Sabyasachi – Runway Show in Mumbai
Source : Sabyasachi Instagram

But here’s the elephant in the dressing room—should fashion be that imitable? Is it truly for everyone? And how accessible should it be?

Fashion, at its core, belongs to everyone. Style, however, is personal. When a brand creates something with a spirit that is uniquely its own, it isn’t just making a product—it’s igniting a cultural moment. The goal? To create an insatiable desire, a viral frenzy, a consumer stampede—where everyone covets the piece of the season. But how far will you go to get your hands on the item that’s selling out faster than you can say “add to cart”?

For some, it’s a game of AMEX swipes, waitlists, and personal shoppers. For others, it’s months of saving, trading avocado toast for instant noodles, cutting corners just to afford that first piece of couture. And then, there’s the alternative—settling for a copy, a “respectable” imitation, something that mimics the dream until you can afford the real thing. Because in a world obsessed with having fashion, the real question remains—how much does owning it truly cost?

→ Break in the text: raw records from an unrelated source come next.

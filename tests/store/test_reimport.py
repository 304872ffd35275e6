"""Re-imports never undo or silently drop what users did.

A row of a file whose identity (readings: serial, date, hour meter and measured
values; events: kind, date, pump or machine, hour meter and where a move went) matches
a stored record is "already present" and never written again, also when that record
was later corrected or removed; a difference in the free text (technician, note) is
reported line by line and nothing stored changes.
"""

from __future__ import annotations

import dataclasses
from datetime import datetime, timezone

import pytest

from logbook.cli import main
from logbook.model import InputRejected
from logbook.imports import import_bytes

from .conftest import MODELS, READINGS, TODAY

EVENTS = (
    b"date,kind,serial,hours,to_machine,to_position,to_hours,technician,note\n"
    b"2025-06-01,oil_change,S-100,1700,,,,Ana,VG 46 refill\n"
    b"2025-07-01,overhaul,S-200,5650,,,,Ben,rebuilt in place\n"
)


def _imp(store, table, data, **kw):
    return import_bytes(store, table, data, name=f"{table}.csv", today=TODAY, **kw)


def _on(store, day: str) -> None:
    """Let the store's clock stand at 08:00 UTC of ``day`` (the date in the messages)."""
    store.clock = lambda: datetime.fromisoformat(day).replace(hour=8, tzinfo=timezone.utc)


def _rows(store, table: str) -> list[tuple]:
    return store.conn.execute(f"SELECT * FROM {table} ORDER BY id").fetchall()


def test_a_removed_reading_stays_removed_when_its_file_is_imported_again(store):
    r = store.readings("S-100")[0]  # line 2 of READINGS
    _on(store, "2026-11-20")
    store.remove_reading(r.id, reason="gauge not bled")
    before = _rows(store, "readings")
    report = _imp(store, "readings", READINGS)
    assert (report.added, report.already_present, report.problems) == (0, 3, [])
    assert report.flagged == ["line 2: already present (removed on 2026-11-20) - not added again"]
    assert _rows(store, "readings") == before
    assert r.id not in {x.id for x in store.readings("S-100")}


def test_after_a_correction_the_original_file_imports_as_already_present(store):
    first, may = store.readings("S-100")
    _on(store, "2026-11-21")
    store.correct_reading(first.id, servo_pressure_bar=24.0, reason="gauge misread", today=TODAY)  # same key
    store.correct_reading(may.id, machine_hours=1510.0, reason="meter misread", today=TODAY)  # key changed
    before = _rows(store, "readings")
    report = _imp(store, "readings", READINGS)
    assert report.problems == [] and (report.added, report.already_present) == (0, 3)
    assert report.flagged == [
        "line 2: already present (corrected on 2026-11-21) - not added again",
        "line 3: already present (corrected on 2026-11-21) - not added again",
    ]
    assert _rows(store, "readings") == before
    assert [x.servo_pressure_bar for x in store.readings("S-100")] == [24.0, 25.5]


def test_a_reading_whose_text_differs_is_reported_and_left_as_stored(store):
    lines = READINGS.decode().splitlines()
    data = "\n".join([
        lines[0] + ",note",
        lines[1].replace("Ana", "A. Ana") + ",",  # the technician written otherwise
        lines[2] + ",hose re-routed",  # a note the stored reading has not
        lines[3] + ",",
    ]).encode()
    before = _rows(store, "readings")
    report = _imp(store, "readings", data)
    assert (report.added, report.already_present, report.problems) == (0, 3, [])
    assert report.flagged == [
        "line 2: already present; technician differs: stored 'Ana', file 'A. Ana' - not changed",
        "line 3: already present; note differs: stored '', file 'hose re-routed' - not changed",
    ]
    assert _rows(store, "readings") == before


def test_an_event_whose_text_differs_is_reported_and_left_as_stored(store):
    assert _imp(store, "events", EVENTS).added == 2
    before = _rows(store, "events")
    report = _imp(store, "events", EVENTS.replace(b"Ben,rebuilt", b"B. Ben,rebuilt"))
    assert (report.added, report.already_present, report.problems) == (0, 2, [])
    assert report.flagged == ["line 3: already present; technician differs: stored 'Ben', file 'B. Ben' - not changed"]
    assert _rows(store, "events") == before


def test_a_removed_event_stays_removed_when_its_file_is_imported_again(store):
    assert _imp(store, "events", EVENTS).added == 2
    oil = store.events("S-100")[0]
    _on(store, "2026-11-22")
    store.remove_event(oil.id, reason="entered on the wrong pump")
    before = _rows(store, "events")
    report = _imp(store, "events", EVENTS)
    assert (report.added, report.already_present, report.problems) == (0, 2, [])
    assert report.flagged == ["line 2: already present (removed on 2026-11-22) - not added again"]
    assert _rows(store, "events") == before
    assert store.events("S-100") == []


def test_a_removed_move_stays_removed(store):
    move = b"date,kind,serial,hours,to_machine,to_position,to_hours\n2025-06-01,move,S-100,1700,M-2,swing,5600\n"
    assert _imp(store, "events", move).added == 1
    _on(store, "2026-11-23")
    store.remove_event(store.events("S-100")[0].id, reason="never moved")
    before = _rows(store, "events"), _rows(store, "fitments")
    report = _imp(store, "events", move)
    assert (report.added, report.already_present, report.problems) == (0, 1, [])
    assert report.flagged == ["line 2: already present (removed on 2026-11-23) - not added again"]
    assert (_rows(store, "events"), _rows(store, "fitments")) == before


def test_a_move_recorded_with_another_destination_is_refused_not_dropped(store):
    move = b"date,kind,serial,hours,to_machine,to_position,to_hours\n2025-06-01,move,S-100,1700,M-2,swing,5600\n"
    assert _imp(store, "events", move).added == 1
    before = _rows(store, "events")
    report = _imp(store, "events", move.replace(b"5600", b"5650"))
    assert report.added == 0 and [(p.line, p.field) for p in report.problems] == [(2, "to_hours")]
    assert "5600" in report.problems[0].allowed and "logbook remove event" in report.problems[0].allowed
    assert _rows(store, "events") == before


def test_a_changed_model_points_to_the_commands_that_exist(store):
    changed = MODELS.replace(b",10,18,10\n", b",9.5,18,10\n")  # the case drain limit
    report = _imp(store, "models", changed)
    assert report.added == 0 and len(report.problems) == 1
    text = report.problems[0].allowed
    assert "logbook model TX-90 --limit case_drain=9.5lpm" in text and "model set" not in text
    assert "case_drain_limit: stored 10, file 9.5" in text
    # The command it names is a real one and does what the message says.
    assert main(["--db", store.path, "model", "TX-90", "--limit", "case_drain=9.5lpm"]) == 0
    assert _imp(store, "models", changed).already_present == 1


def test_an_events_file_with_a_move_imports_again_as_already_present(store):
    data = (
        b"date,kind,serial,hours,to_machine,to_position,to_hours,note\n"
        b"2025-06-01,move,S-100,1700,M-2,swing,5600,\n"
        b"2025-07-01,overhaul,S-200,5650,,,,rebuilt in place\n"
    )
    assert _imp(store, "events", data).added == 2
    before = _rows(store, "events"), _rows(store, "fitments")
    report = _imp(store, "events", data)
    assert (report.added, report.already_present, report.problems, report.flagged) == (0, 2, [], [])
    assert (_rows(store, "events"), _rows(store, "fitments")) == before


def test_a_reading_typed_again_with_other_text_says_what_differs(store):
    r = store.readings("S-200")[0]
    again = dataclasses.replace(r, id=None, machine=None, entered_by="", entered_at=None, technician="B. Ben")
    with pytest.raises(InputRejected, match=rf"technician differs: stored 'Ben', given 'B. Ben'.*`logbook correct {r.id}`"):
        store.add_reading(again, today=TODAY)
    assert store.readings("S-200") == [r]


def test_a_removed_record_may_be_typed_in_again_on_purpose(store):
    """Only a file is kept from undoing a removal: a person entering the record again means it."""
    r = store.readings("S-200")[0]
    store.remove_reading(r.id, reason="removed by mistake")
    again = store.add_reading(dataclasses.replace(r, id=None, machine=None, entered_by="", entered_at=None), today=TODAY)
    assert again.id != r.id and [x.id for x in store.readings("S-200")] == [again.id]
    assert _imp(store, "events", EVENTS).added == 2
    oil = store.events("S-100")[0]
    store.remove_event(oil.id, reason="removed by mistake")
    back = store.add_event(dataclasses.replace(oil, id=None, removed_reason=None, entered_by="", entered_at=None), today=TODAY)
    assert back.id != oil.id and [e.id for e in store.events("S-100")] == [back.id]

If you’re not willing to sell a kidney for a micro bag, you do the next best thing—settle for the bait fast fashion is selling. From distilled versions of viral runway moments to their own take on the hottest trends, brands like Zara, H&M, Mango, Primark and Steve Madden have turned aspiration into affordable reality. They don’t outright steal; they simply “reinterpret”—just enough to let fashion enthusiasts fill their wardrobes without completely erasing the essence of the original.

Zara: The Art of the Almost-Legal Copy

Source: Zara Instagram

Zara, in particular, has perfected this game. It’s always the first to jump on global trends, cultural moments, and celebrity obsessions—without ever needing a single collaboration with a designer or couture house. Unlike its Inditex sibling H&M, which prefers to play by the rules with couture collabs (from Mugler’s legendary pieces to Sabyasachi’s India-sells-out-in-minutes moment), Zara operates with a different, more uniquely adaptive nature.

The Spanish fast fashion giant has built an empire by distilling high-end runway looks into affordable, mass-market products at lightning speed. Traditional luxury houses spend months perfecting their collections—Zara replicates and delivers trends to stores in two weeks. That efficiency, however, has earned it a reputation as fashion’s most infamous copycat.

The accusations are endless:

  • Balenciaga’s Sock Sneakers – Zara launched a nearly identical version right after Balenciaga’s became a cult classic.

  • Céline’s Minimalism – Phoebe Philo’s structured coats and handbags found suspiciously familiar counterparts in Zara’s aisles.

  • Bottega Veneta’s Quilted Sandals – The high-fashion woven leather trend was quickly reimagined for Zara shoppers.

  • Indie Designer Scandals – Small designers like Tuesday Bassen have publicly accused Zara of copying their artwork without credit.

And yet, despite the uproar—nothing truly happens. Zara faces outrage, Twitter threads go viral, designers call it out… and then? The cycle repeats.

Why Zara Always Gets Away With It

Here’s the hard truth—fashion design, unlike logos or original artwork, is not easily protected under intellectual property law. A brand may own a design in spirit, but unless it has a design patent, trademark, or copyright, Zara (or any other fast fashion giant) can make minor tweaks and sidestep legal repercussions.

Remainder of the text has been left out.